WHAT THE EXERCISE ASKS » Write out the stretch of lines below that begins at the line with "if any(one.elements for" and ends at the line with "for element in one.elements", including both, exactly as given and nothing more.

DATA FOR PROCESSING »
________
"""Gain and phase at the frequencies that were asked for, and the peaking, with what moves them most."""

from __future__ import annotations

from tauledger.quantity import decibel_unit
from tauledger.record import AtElement, AtFacts, PeakElement, PeakFacts, Review
from tauledger.report.layout import Block, Prose, Row, Section, Table
from tauledger.report.unity import FIRST_ORDER, signed
from tauledger.report.wording import EDGE, NO_NUMBER, degrees, move, number, part_title, value_of

_MOST = 4


def gain_and_phase(review: Review, *, verbose: bool = False) -> Section:
    """Give gain and phase at every frequency that was asked for, simulated and exact, and the largest effects there."""
    if not review.at:
        return Section(())
    rows = [Row(cells) for one in review.at for cells in source_rows(one, review)]
    head = ("GAIN AND PHASE AT", "", "gain", "phase", "beyond mid-band")
    blocks: list[Block] = [Table("llrrr", head, tuple(rows))]
    for one in review.at:
        shown = one.elements if verbose else one.elements[:_MOST]
        if shown:
            less = tuple(Row(at_cells(element)) for element in shown)
            blocks.append(Table("lrrr", (f"10 % less of, at {number(one.hz, 'Hz')}", "value", "gain", "phase"), less))
    if any(one.elements for one in review.at):
        blocks.append(Prose(FIRST_ORDER, lead="  "))
    return Section(tuple(blocks), major=True)


def peaking(review: Review, *, verbose: bool = False) -> Section:
    """Give the peaking of either side, simulated and exact, and what 10 % less of an element does to it."""
    blocks: list[Block] = []
    for one in review.peaking:
        head = (f"PEAKING towards {EDGE[one.edge]}", "simulated", "exact")
        blocks.append(Table("lrr", head, tuple(Row(cells) for cells in peak_rows(one))))
        rows: list[Row] = []
        for element in one.elements if verbose else one.elements[:_MOST]:
            rows.append(Row(peak_cells(element)))
            if element.rerun_db is not None:
                rows.append(Row(("  recomputed", "", signed(element.rerun_db - one.exact_db, " dB"))))
        if rows:
            blocks.append(Table("lrr", ("10 % less of", "value", "peaking"), tuple(rows)))
            blocks.append(Prose(FIRST_ORDER, lead="  "))
    return Section(tuple(blocks), major=True)


def source_rows(one: AtFacts, review: Review) -> tuple[tuple[str, ...], ...]:
    """Give the rows of one frequency: frequency, source, gain in dB, phase, phase beyond mid-band."""
    unit = decibel_unit(review.midband.unit)
    at = number(one.hz, "Hz")
    rows = []
    if one.simulated_db is not None:
        simulated = (f"{one.simulated_db:.3f} {unit}", degrees(one.simulated_deg), degrees(one.simulated_beyond_deg))
        rows.append((at, "simulated", *simulated))
    if one.exact_db is not None:
        exact = (f"{one.exact_db:.3f} {unit}", degrees(one.exact_deg), degrees(one.exact_beyond_deg))
        rows.append(("" if rows else at, "exact", *exact))
    return tuple(rows)


def at_cells(one: AtElement) -> tuple[str, str, str, str]:
    """Give an element with what 10 % less of it does to gain and phase, to first order."""
    return (
        part_title(one.name, one.owner),
        value_of(one.name, one.owner, one.value, one.unit),
        move(-0.1 * one.gain),
        signed(-10.0 * one.phase_deg, "°"),
    )


def peak_rows(one: PeakFacts) -> tuple[tuple[str, str, str], ...]:
    """Give how high the peak is above mid-band and where."""
    simulated = NO_NUMBER if one.simulated_db is None else f"{one.simulated_db:.3g} dB"
    return (
        ("above mid-band", simulated, f"{one.exact_db:.3g} dB"),
        ("at", number(one.simulated_at_hz, "Hz"), number(one.exact_at_hz, "Hz")),
    )


def peak_cells(one: PeakElement) -> tuple[str, str, str]:
    """Give an element with what 10 % less of it does to the peaking, to first order."""
    value = value_of(one.name, one.owner, one.value, one.unit)
    return part_title(one.name, one.owner), value, signed(-10.0 * one.peaking_db, " dB")
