"""From the text of a logical card to its items, by the grammar in grammar/card.lark."""

from __future__ import annotations

from collections.abc import Sequence
from functools import cache
from types import SimpleNamespace
from typing import TYPE_CHECKING, Any

from tauledger.netlist.diagnostics import Site
from tauledger.netlist.expressions import parse_formula
from tauledger.netlist.items import Group, Item, Quoted, Setting, Word

if TYPE_CHECKING:
    from lark import Lark, Token

    from tauledger.netlist.formulas import Formula

MOST_NESTED = 50

# What may stand where the grammar stops, in words; the key is what was found there.
_STOPPED = {
    "CLOSE": ("this parenthesis closes nothing", "delete it, or open it before"),
    "_EQUALS": ("an equals sign needs a name before it", "write name=value"),
    "BRACED": ("a formula cannot stand here", "write name=value"),
    "QUOTED": ("a formula cannot stand here", "write name=value"),
    "OPEN": ("a parenthesis cannot stand here", "write name=value, and put a formula in braces: name={..}"),
}
_UNCLOSED = {
    "{": ("this brace is not closed", "close it with }; braces do not stand inside braces"),
    "'": ("this quote is not closed", "close it with '"),
    '"': ("this quote is not closed", 'close it with "'),
}


def parse_card(site: Site) -> tuple[Item, ...]:
    """Give the items of a card, its first word included; formulas are parsed too.

    Raises NetlistError at the character where the card stops making sense.
    """
    from lark import Token, UnexpectedCharacters, UnexpectedToken

    text = site.card.text
    deep = _depth(text)
    if deep is not None:
        raise site.fault(deep, f"parentheses are nested more than {MOST_NESTED} deep")
    try:
        found: Any = _parser().parse(text)
    except UnexpectedCharacters as error:
        at = error.pos_in_stream or 0
        message, hint = _UNCLOSED.get(text[at], (f"{text[at]!r} cannot stand here", ""))
        raise site.fault(at, message, hint) from error
    except UnexpectedToken as error:
        if error.token.type == "$END":
            raise _ended(site, text) from error
        message, hint = _STOPPED.get(error.token.type, ("this cannot stand here", "write name=value"))
        raise site.fault(error.pos_in_stream or 0, message, hint, wide=len(error.token)) from error

    def item(raw: Any) -> Item:
        if isinstance(raw, Token):
            return value(raw)
        if isinstance(raw, Group):
            return Group(tuple(item(inner) for inner in raw.items), raw.at, raw.end)
        name, given = raw
        return Setting(Word(str(name), name.start_pos), value(given))

    def value(token: Token) -> Word | Quoted | Formula:
        at = token.start_pos or 0
        if token.type == "WORD":
            return Word(str(token), at)
        if token.type == "TEXT":
            return Quoted(str(token)[1:-1], at)
        return parse_formula(site, str(token)[1:-1], at, at + 1)

    return tuple(item(raw) for raw in found)


def _depth(text: str) -> int | None:
    """Give the offset of the parenthesis that is one too deep, or None."""
    if text.count("(") <= MOST_NESTED:
        return None
    depth = 0
    for at, character in enumerate(text):
        depth += {"(": 1, ")": -1}.get(character, 0)
        if depth > MOST_NESTED:
            return at
    return None


def _ended(site: Site, text: str) -> Exception:
    depth: list[int] = []
    for at, character in enumerate(text):
        if character == "(":
            depth.append(at)
        elif character == ")" and depth:
            depth.pop()
    if depth:
        return site.fault(depth[-1], "this parenthesis is not closed", "close it with )")
    return site.fault(len(text), "the card ends where a value is expected", "write name=value")


@cache
def _parser() -> Lark:
    from lark import Lark

    def group(children: Sequence[Any]) -> Group:
        return Group(tuple(children[1:-1]), children[0].start_pos, children[-1].end_pos)

    build = SimpleNamespace(start=list, setting=tuple, group=group)
    return Lark.open_from_package(
        "tauledger.grammar",
        "card.lark",
        ("",),
        parser="lalr",
        lexer="contextual",
        transformer=build,
        maybe_placeholders=False,
    )
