// The frequency cursor: a slider, or a pointer over the response; what it shows was worked out before.
(function (data) {
  const box = document.querySelector(".cursor");
  if (!box) return;
  const slider = box.querySelector("input");
  const cells = [...box.querySelectorAll("[data-at]")];
  const charts = [...document.querySelectorAll("svg[data-axes]")].map((svg) => {
    const [left, right, top, bottom] = svg.dataset.axes.split(" ").map(Number);
    const line = document.createElementNS(svg.namespaceURI, "line");
    line.setAttribute("class", "cursor-line");
    line.setAttribute("y1", top);
    line.setAttribute("y2", bottom);
    svg.append(line);
    return { svg, line, left, right };
  });
  const show = (k) => {
    slider.value = k;
    slider.setAttribute("aria-valuetext", data.texts[k][0]);
    for (const cell of cells) cell.textContent = data.texts[k][cell.dataset.at];
    for (const { line, left, right } of charts) {
      const x = left + data.places[k] * (right - left);
      line.setAttribute("x1", x);
      line.setAttribute("x2", x);
    }
  };
  const nearest = (place) => {
    let best = 0;
    data.places.forEach((there, k) => {
      if (Math.abs(there - place) < Math.abs(data.places[best] - place)) best = k;
    });
    return best;
  };
  for (const { svg, left, right } of charts) {
    const follow = (event) => {
      const frame = svg.getBoundingClientRect();
      const x = ((event.clientX - frame.left) / frame.width) * svg.viewBox.baseVal.width;
      if (x >= left - 4 && x <= right + 4) show(nearest((x - left) / (right - left)));
    };
    svg.addEventListener("pointermove", follow);
    svg.addEventListener("pointerdown", follow);
  }
  slider.addEventListener("input", () => show(Number(slider.value)));
  box.hidden = false;
  show(Number(slider.value));
})(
________
ANSWER TO THIS TASK »
    if any(one.elements for one in review.at):
        blocks.append(Prose(FIRST_ORDER, lead="  "))
    return Section(tuple(blocks), major=True)


def peaking(review: Review, *, verbose: bool = False) -> Section:
    """Give the peaking of either side, simulated and exact, and what 10 % less of an element does to it."""
    blocks: list[Block] = []
    for one in review.peaking:
        head = (f"PEAKING towards {EDGE[one.edge]}", "simulated", "exact")
        blocks.append(Table("lrr", head, tuple(Row(cells) for cells in peak_rows(one))))
        rows: list[Row] = []
        for element in one.elements if verbose else one.elements[:_MOST]:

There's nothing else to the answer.